Data sits a bit in the middle of the two. Like text, it has stable versions – e.g., the data that accompanies a specific manuscript. Once data is captured, it cannot be changed (except of course to correct an error, or to legitimately remove ‘bad’ data points or outliers). In essence data changes by growing or reorganising, subsetting, etc, not by changing specific pre-existing values. It has some dynamic behaviours of code, and stable behaviours of text. It has stable versions and dynamic versions. How data is created determines how it can be shared and reused: are the formats open or proprietary, is it licenced openly or not, etc., as the project progresses, as outliers are eliminated, as new data is added. But for the most part there is a point in time where data moves from behaving like ‘code’ to behaving like text. Good open formats and licences can bring data back to a dynamic state (something harder to do with text-objects). This behaviour is important when we write the descriptors of data. There are the authors, data is linked to protocols and code, and eventually text, it can be used for different analysis, etc. Chemicals, in a way, behave like data:
|File name||Catalogue number|
|Version||Lot #, shipping date, aliquots|
|Storage place||Storage place|
|Linked to code and text||Linked to protocols and manuscripts|
How we share and describe data and chemicals is again similar. Is the chemical/data available to other researchers so they can repeat my experiments? Or is it something I produced in my lab and only share with a limited number of people? Again, how you ‘licence’ data and chemicals determines the extent to which these artefacts can be shared and reused. And, again, thinking about this intention at the planning stage makes a difference.

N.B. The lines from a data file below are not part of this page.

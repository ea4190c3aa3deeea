"""Shared fixtures: paths to the samples and a helper that writes a build file."""

from __future__ import annotations

from collections.abc import Callable
from pathlib import Path

import pytest

from reviewer.testing import pack_manager  # noqa: F401 - re-exported fixture for rule authors

ROOT = Path(__file__).resolve().parent.parent
SAMPLES = ROOT / "sample_builds"

MINIMAL_BUILD = """\
[vehicle]
name = "Test Cart"
kind = "kart"
"""


@pytest.fixture
def write_build(tmp_path: Path) -> Callable[[str], Path]:
    def write(text: str, name: str = "build.toml") -> Path:
        path = tmp_path / name
        path.write_text(text, encoding="utf-8")
        return path

    return write
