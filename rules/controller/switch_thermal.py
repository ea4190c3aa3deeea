"""controller.switch-thermal: the junction temperature of the controller's power switch while it
carries the motor current, from its conduction and switching losses and its cooling path."""

from __future__ import annotations

from collections.abc import Iterator
from dataclasses import dataclass

import pint
from firstride_rules.controller._datasheet import (
    DATASHEET,
    has_ratings,
    rating_findings,
    sealed,
)
from firstride_rules.controller._drive import (
    STALL,
    controller_missing,
    current_limit,
    floor_significant,
    floor_tenth,
    magnitude,
    number,
    stall_missing,
    worst_stall,
)
from firstride_rules.controller._drive import (
    ambient as ambient_temperature,
)

from reviewer import figures
from reviewer import units as u
from reviewer.build import Build, Controller
from reviewer.engineering.switching import (
    conduction_loss,
    hot_on_resistance,
    junction_temperature,
    largest_current,
    largest_sink_to_air,
    switching_loss,
)
from reviewer.findings import Assumption, DerivedFigure, Finding, Severity, Source
from reviewer.profile import Limit, Profile
from reviewer.rule import Output, Rule

LOSSES = Source.from_memory(
    "Mohan, Undeland and Robbins, Power Electronics: MOSFET conduction loss I^2 Rds(on) D, "
    "switching loss about 0.5 V I (tr + tf) f_sw"
)
JUNCTION = Source.from_memory(
    "JEDEC JESD51 thermal resistance definitions: Tj = Ta + P (R_jc + R_cs + R_sa)"
)
_A = u.unit("A")
_V = u.unit("V")
_OHM = u.unit("ohm")
_S = u.unit("s")
_KHZ = u.unit("kHz")  # build frequencies are held in kHz: read them so, no conversion
_PERCENT = u.unit("percent")
_W = u.unit("W")
_K = u.unit("K")
_K_PER_W = u.unit("K/W")
_DEGC = u.unit("degC")
_NEEDED = (
    "switch_on_resistance",
    "switch_rise_time",
    "switch_fall_time",
    "pwm_frequency",
    "switch_max_junction_temperature",
    "switch_thermal_resistance_junction_case",
    "switch_thermal_resistance_case_sink",
    "switch_thermal_resistance_sink_air",
)
_TOLERANCE_K = 1e-6


def check(build: Build, profile: Profile) -> Iterator[Output]:
    """Junction temperature of the power switch at the current it must carry, against its rating.

    What it checks
      The controller's power switch (a MOSFET; one per motor, all alike) carrying the motor
      current: the per-motor current limit (``controller.motor_current_limit``), or with none the
      highest cold stall current on the full pack (winding, switch and wires, from the shared
      stall loop). It conducts for the duty D: ``controller.max_duty`` if set, else D = 1. A
      brushed drive reaches its current limit at low speed, so the limit held at full duty is the
      conservative case; with no limit, a stalled motor's current at duty D is about D I_stall,
      so its loss is largest at D = 1 too.

    Formula
      Conduction loss I^2 Rds(on,hot) D, where Rds(on,hot) is ``switch_on_resistance`` (the
      datasheet 25 degC figure) times the profile's ``controller.switch.on_resistance_hot_factor``
      (on-resistance rises about 1.5-2 x from 25 degC to 125-150 degC). Switching loss about
      0.5 V I (tr + tf) f_sw at the pack's full voltage (``battery``), ``switch_rise_time``,
      ``switch_fall_time`` and ``pwm_frequency`` (Mohan, Undeland and Robbins). Junction
      temperature Tj = Ta + P (R_jc + R_cs + R_sa) (JEDEC JESD51 definitions) with the
      ``switch_thermal_resistance_*`` fields and the ambient (``usage.ambient_temperature``, else
      the profile's ``usage.default_ambient_temperature``).

    Severities
      - stop: Tj above ``switch_max_junction_temperature``.
      - fix: Tj within the maximum but inside the profile's
        ``controller.switch.junction_margin`` below it.
      - pass: Tj at or below the maximum less the margin.
      - unassessed: any of the switch fields above, the battery, or the current (a current limit,
        or the battery and every motor's winding resistance for the stall current) absent.

    Remedy: the sink-to-air resistance that brings Tj to the maximum less the margin (when a
    heatsink can), the current limit that does, and the 25 degC on-resistance that does.
    """
    controller = build.controller
    if controller is not None and not sealed(controller):  # its switches are described
        switch = ("switch_max_current",)
        yield from (f for f in rating_findings(build, switch) if "switch" in f.subject)
    if sealed(controller) and has_ratings(controller):
        yield Finding(
            Severity.PASS,
            "controller switch",
            "A sealed controller: its switches' losses and thermal path are not known, so it is "
            "judged by its datasheet current ratings instead (the findings beside this one).",
            sources=(DATASHEET,),
        )
        required = ("peak_current", "rated_continuous_current")
        yield from (f for f in rating_findings(build, required) if "switch" not in f.subject)
        return
    limit = current_limit(build)
    stall = worst_stall(build) if limit is None else None
    missing = controller_missing(build, _NEEDED)
    if build.battery is None:
        missing.append("battery")
    if limit is None and stall is None:
        needs = [m for m in stall_missing(build) if m not in missing]
        missing += ["controller.motor_current_limit", *needs]
    if missing or controller is None or build.battery is None:
        yield Finding(
            severity=Severity.UNASSESSED,
            subject="controller switch",
            rationale=(
                "The switch's junction temperature needs its on-resistance, rise and fall times, "
                "the PWM frequency, its thermal resistances and maximum junction temperature, the "
                "pack voltage and the current it carries (the current limit, or the stall current)."
                " A sealed controller may instead be judged by its datasheet ratings "
                "(controller.rated_continuous_current, controller.peak_current)."
            ),
            missing=tuple(missing),
            sources=(LOSSES, JUNCTION),
        )
        return

    hot_factor = number(profile.limit("controller.switch.on_resistance_hot_factor"))
    margin_limit = profile.limit("controller.switch.junction_margin")
    default_ambient = profile.limit("usage.default_ambient_temperature")
    ambient = ambient_temperature(build, default_ambient)
    if build.usage.ambient_temperature is None:
        yield Assumption(
            f"usage.ambient_temperature not given: {u.format_number(ambient)} °C taken for the "
            "switch junction temperature.",
            default_ambient.source,
        )
    yield Assumption(
        f"Switch on-resistance taken as the datasheet 25 °C figure, {hot_factor:g} x that at a "
        "hot junction.",
        profile.limit("controller.switch.on_resistance_hot_factor").source,
    )
    if controller.max_duty is None:
        duty = 1.0
        yield Assumption(
            "No controller.max_duty: the switch is taken to conduct the whole time (D = 1).",
            LOSSES,
        )
    else:
        duty = magnitude(controller.max_duty, _PERCENT) / 100.0
    if limit is not None:
        current = limit
    else:
        assert stall is not None
        current = stall.current
        yield Assumption(
            "No controller current limit: the switch is checked at the cold stall current of "
            f"motor '{stall.motor}' on the full pack.",
            STALL,
        )
    switch = _switch(controller)
    load = _Duty(
        current=current,
        limited=limit is not None,
        duty=duty,
        voltage=figures.pack_voltages(build.battery).full,
        ambient=ambient,
        hot_factor=hot_factor,
        target=switch.max_junction - magnitude(margin_limit.quantity, _K),
    )
    yield from _judge(switch, load, margin_limit)


@dataclass(frozen=True)
class _Switch:
    """The switch's datasheet figures and cooling path, in SI floats."""

    on_resistance_25c: float  # ohm
    rise_time: float  # s
    fall_time: float  # s
    frequency: float  # Hz, PWM
    junction_case: float  # K/W
    case_sink: float  # K/W
    sink_air: float  # K/W
    max_junction: float  # degC

    @property
    def thermal_resistance(self) -> float:
        return self.junction_case + self.case_sink + self.sink_air


@dataclass(frozen=True)
class _Duty:
    """What the switch is asked to do, and what it must stay under."""

    current: float  # A
    limited: bool  # the controller's current limit (else the stall current)
    duty: float  # 0..1
    voltage: float  # V, pack full
    ambient: float  # degC
    hot_factor: float
    target: float  # degC: the maximum less the margin


def _switch(controller: Controller) -> _Switch:
    def value(name: str, unit: pint.Unit) -> float:
        quantity = getattr(controller, name)
        assert quantity is not None, name  # absent fields were reported as unassessed
        return magnitude(quantity, unit)

    return _Switch(
        on_resistance_25c=value("switch_on_resistance", _OHM),
        rise_time=value("switch_rise_time", _S),
        fall_time=value("switch_fall_time", _S),
        frequency=value("pwm_frequency", _KHZ) * 1000.0,
        junction_case=value("switch_thermal_resistance_junction_case", _K_PER_W),
        case_sink=value("switch_thermal_resistance_case_sink", _K_PER_W),
        sink_air=value("switch_thermal_resistance_sink_air", _K_PER_W),
        max_junction=value("switch_max_junction_temperature", _DEGC),
    )


def _judge(switch: _Switch, load: _Duty, margin: Limit) -> Iterator[Output]:
    f = u.format_number
    r_hot = hot_on_resistance(switch.on_resistance_25c, load.hot_factor)
    p_cond = conduction_loss(load.current, r_hot, load.duty)
    p_sw = switching_loss(
        load.voltage, load.current, switch.rise_time, switch.fall_time, switch.frequency
    )
    power = p_cond + p_sw
    t_j = junction_temperature(
        load.ambient, power, switch.junction_case, switch.case_sink, switch.sink_air
    )
    yield DerivedFigure(
        "switch junction temperature",
        u.quantity(t_j, _DEGC),
        note=f"at {f(load.current)} A and {f(load.ambient)} °C ambient",
        order=50,
    )
    yield DerivedFigure(
        "switch conduction loss",
        u.quantity(p_cond, _W),
        note=f"I² Rds(on,hot) D with D = {f(load.duty)}",
        order=51,
    )
    yield DerivedFigure(
        "switch switching loss",
        u.quantity(p_sw, _W),
        note=f"0.5 V I (tr + tf) f_sw at {f(load.voltage)} V",
        order=52,
    )
    if t_j > switch.max_junction + _TOLERANCE_K:
        severity = Severity.STOP
    elif t_j > load.target + _TOLERANCE_K:
        severity = Severity.FIX
    else:
        severity = Severity.PASS
    basis = "the current limit" if load.limited else "the cold stall current, with no limit"
    rationale = (
        f"At {f(load.current)} A ({basis}) and {f(load.duty * 100)} % duty, the switch loses "
        f"{f(p_cond)} W in conduction ({f(r_hot * 1000)} mΩ hot, {load.hot_factor:g} x its 25 °C "
        f"figure) and {f(p_sw)} W in switching at {f(load.voltage)} V and "
        f"{f(switch.frequency / 1000)} kHz. {f(power)} W through "
        f"{f(switch.thermal_resistance)} K/W from {f(load.ambient)} °C puts the junction at "
        f"{f(t_j)} °C; it is rated {f(switch.max_junction)} °C and the profile keeps "
        f"{f(switch.max_junction - load.target)} K in hand ({f(load.target)} °C)."
    )
    yield Finding(
        severity=severity,
        subject="controller switch",
        rationale=rationale,
        measured=u.quantity(t_j, _DEGC),
        limit=u.quantity(load.target, _DEGC),
        remedy=None if severity is Severity.PASS else _remedy(switch, load, power, p_sw),
        sources=(LOSSES, JUNCTION, margin.source),
    )


def _remedy(switch: _Switch, load: _Duty, power: float, p_sw: float) -> str:
    """Three ways to bring Tj to the target, each on its own: heatsink, current, switch."""
    f = u.format_number
    if load.target <= load.ambient:
        return (
            f"use a switch rated well above {f(switch.max_junction)} °C junction: at "
            f"{f(load.ambient)} °C ambient no cooling keeps this one within its margin"
        )
    options = []
    sink = largest_sink_to_air(
        load.ambient, power, load.target, switch.junction_case, switch.case_sink
    )
    if sink > 0:
        options.append(
            f"fit a heatsink of at most {f(floor_significant(sink))} K/W sink to air "
            f"(controller.switch_thermal_resistance_sink_air, now {f(switch.sink_air)} K/W)"
        )
    amps = largest_current(
        load.ambient,
        load.target,
        switch.thermal_resistance,
        hot_on_resistance(switch.on_resistance_25c, load.hot_factor),
        load.duty,
        load.voltage,
        switch.rise_time + switch.fall_time,
        switch.frequency,
    )
    if load.limited:
        options.append(f"set controller.motor_current_limit at or below {floor_tenth(amps):g} A")
    else:
        options.append(
            f"fit a current limit at or below {floor_tenth(amps):g} A "
            f"(controller.motor_current_limit; without one the switch carries the stall "
            f"current, {f(load.current)} A)"
        )
    budget = (load.target - load.ambient) / switch.thermal_resistance - p_sw
    if budget > 0:
        ohms = budget / (load.current * load.current * load.duty * load.hot_factor)
        options.append(
            f"use a switch of at most {f(floor_significant(ohms) * 1000)} mΩ at 25 °C "
            "(controller.switch_on_resistance)"
        )
    return ", or ".join(options)


RULE = Rule(
    id="controller.switch-thermal",
    title="Power switch junction temperature",
    check=check,
    sources=(LOSSES, JUNCTION, STALL),
    inputs=(
        "controller.motor_current_limit",
        "controller.max_duty",
        "controller.pwm_frequency",
        *(f"controller.{name}" for name in _NEEDED if name != "pwm_frequency"),
        "battery",
        "motors[].winding_resistance",
        "usage.ambient_temperature",
    ),
    severities=(Severity.STOP, Severity.FIX, Severity.PASS, Severity.UNASSESSED),
)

All three objects can be published and cited, and data and code and slowly claiming the hierarchical position they deserve in the research cycle. The need for unique identifiers for resources is also recognised here and here, for example.
During the workshops it was fun to get people to ‘classify’ their research artefacts based on these behaviours. At MozFest, for example, Daniel Mietchen suggested his manuscripts behave more like code. I would argue that they should then be licenced (and described) like code.
What I learned from these workshops (and Billy’s 3×3 table) is that if we can classify all of our artefacts within these categories, then the process of describing our research artefacts and building them with the intention of openly sharing for reuse becomes much easier. And teaching the skills to understand how your choices constraint downstream effects becomes more achievable.
As long as, of course, you think about this from the beginning.
Footnote: This is my interpretation of Billy Meinke’s thinking model – he may loudly laugh about my interpretation. He may even roll his eyes, hit his head against the wall – I don’t know. But the clarity he brought to my approach to the problem is something I am extremely grateful for. Hat tip.